From Fig. 2, it can be seen that SUV bias values derived from Calibration QC and NEMA Phantom QC background agree reasonably well, with the exception of only system 3 and to some extent system 4. These inconsistencies as well as the variable bias in RC curves (Fig. 3) are suggested to be related to activity measurement and phantom filling procedures on site.

The initial RC curves derived from the images (Fig. 3, a–c) demonstrate increased spread compared to the background-corrected ones (Fig. 4). After applying the SUV bias correction, the RC values of five systems show good alignment with each other and with EANM specifications for [18F]FDG. Two of the investigated systems (1 and 7) remain out of specifications even after correcting for SUV bias. The reason for this is unknown and would need further investigation. RC curves normalised to the largest (37 mm) sphere (Fig. 5) demonstrate similar shapes of RC curves for all investigated systems. This would suggest that, with further adjustment—meaning reduction of global SUV bias based on Calibration QC experiment data and possibly minor adjustment of the image reconstruction parameters—all of the systems should be able to achieve harmonisation.

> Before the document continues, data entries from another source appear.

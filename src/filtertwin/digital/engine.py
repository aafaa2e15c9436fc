"""Compiled streaming runner for cascades of second-order sections (biquads).

Every cascade ("chain") filters the same input block: the ways of a crossover, candidate
designs A and B, each on all channels. The arithmetic is scipy's transposed direct form II in
float64, in scipy's association order, so float64 output is bit-identical to
``scipy.signal.sosfilt``; float32 blocks are widened on the way in and rounded on the way out.

How the kernel is laid out (why it is fast):

* every (chain, channel) pair is a *lane*; lanes are packed four to a 256-bit vector, so four
  channels or chains cost about as much as one;
* sections are skewed in time: in step ``t`` section ``s`` works on the four frames from
  ``4 (t - s)``, keeping its state in registers meanwhile, so the sections of one step do not
  wait for each other (a cascade is otherwise one long chain of dependent multiplies and adds
  per sample);
* blocks go through a small float64 staging area in chunks of ``_CHUNK_FRAMES`` frames, and
  state values below ``FLUSH_BELOW`` are set to zero after every chunk: a decaying state would
  otherwise become subnormal and every operation on it far slower;
* all buffers are made at construction; ``process`` only calls the compiled kernel.

Limiting to the amplifier's output swing, when a section has a finite level, clamps that
section's output to +/- level before it reaches both the next section and the section's own
feedback (the amplifier's output is what its feedback network sees), and counts the clamped
samples.

Slew-rate limiting, when a section has a finite step, is the usual discrete model of an
amplifier whose output cannot move faster than its slew rate SR: the section's output may
change by at most ``step = SR / rate`` (full-scale units per sample) from its previous output
value, ``y[n] = y[n-1] + clip(y_lin[n] - y[n-1], -step, +step)``, where ``y_lin`` is what the
linear section (after the swing clamp) would give. The limited value, not ``y_lin``, goes on
to the next section and into the section's own state (``z0``, ``z1`` are updated from it), as
the amplifier's slewing output is what its feedback network sees. Where a stage is split into
several sections, the limits sit on its last section: the amplifier's output. The swing clamp
comes first, so an output slewing towards a rail stops at the rail. Samples where the step
was limited are counted per section as slewed; a sample counts as clipped only when the rail,
not the slew rate, held it (an output still slewing towards the rail has not reached it). A
step within the limit leaves the sample untouched (a selection, not
``y[n-1] + (y_lin[n] - y[n-1])``), so a runner whose limits are never reached is bit-identical
to one without limits. Each section keeps its last output value for this between blocks;
after a block run without slew limits, the kernel recovers it from the cascade's working rows.
The model is only as fine as the rate: a sine's step per sample, 2 A sin(pi f / rate), is
short of its slope times the sample period by 1 - sinc, so a twin near its slew limit runs
oversampled (:func:`filtertwin.digital.twin.slew_rate_needed_hz`).

How limits stay cheap, every way exact (the same output, bit for bit, as the full limited
loop): a section with limits first runs a step as if it had none, and keeps it if no output
left the swing and no step exceeded the slew step (clipping and slewing come in runs, so
after a limited step the next goes straight to the limited loop); and where no lane's
previous output is within a few slew steps of its rail, the slew-limited loop leaves the
swing clamp out, as the output cannot reach the rail within that step. Counts are kept as
integers in the loops.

The closest alignment of the RC curves can be observed when SUVpeak is used. This demonstrates the potential of this metric being used when quantitative harmonisation is desired. It should however be noted that with the use of SUVpeak, one should expect a decrease in overall contrast recovery, compared to SUVmax.

Finally, with the shape of 89Zr RC curves shown to be similar to 18F in our pilot study, further harmonisation efforts could be focused on the cross-calibration of the dose calibrators, which is considered to be the largest source of uncertainty in this case. A future 89Zr harmonisation scheme could therefore be based on a 89Zr dose calibrator cross-calibration quality control, with a successful site [18F]FDG EARL accreditation being a prerequisite.

Conclusions

All eight investigated systems demonstrated similarly shaped RC curves, and five of them exhibited close alignment when SUV bias correction was applied. Use of SUVpeak as a metric, which proved to be the least sensitive to noise and reconstruction differences among systems, is strongly recommended for multicentre quantitative 89Zr studies. When PET/CT and dose calibrator cross-calibration procedures are closely followed and the image reconstruction parameters adjusted, the quantitative harmonisation of scanners for 89Zr PET studies is feasible. Yet, our results demonstrate the urgent need to set up a suitable cross-calibration and accreditation programme to facilitate multicentre 89Zr quantitative studies.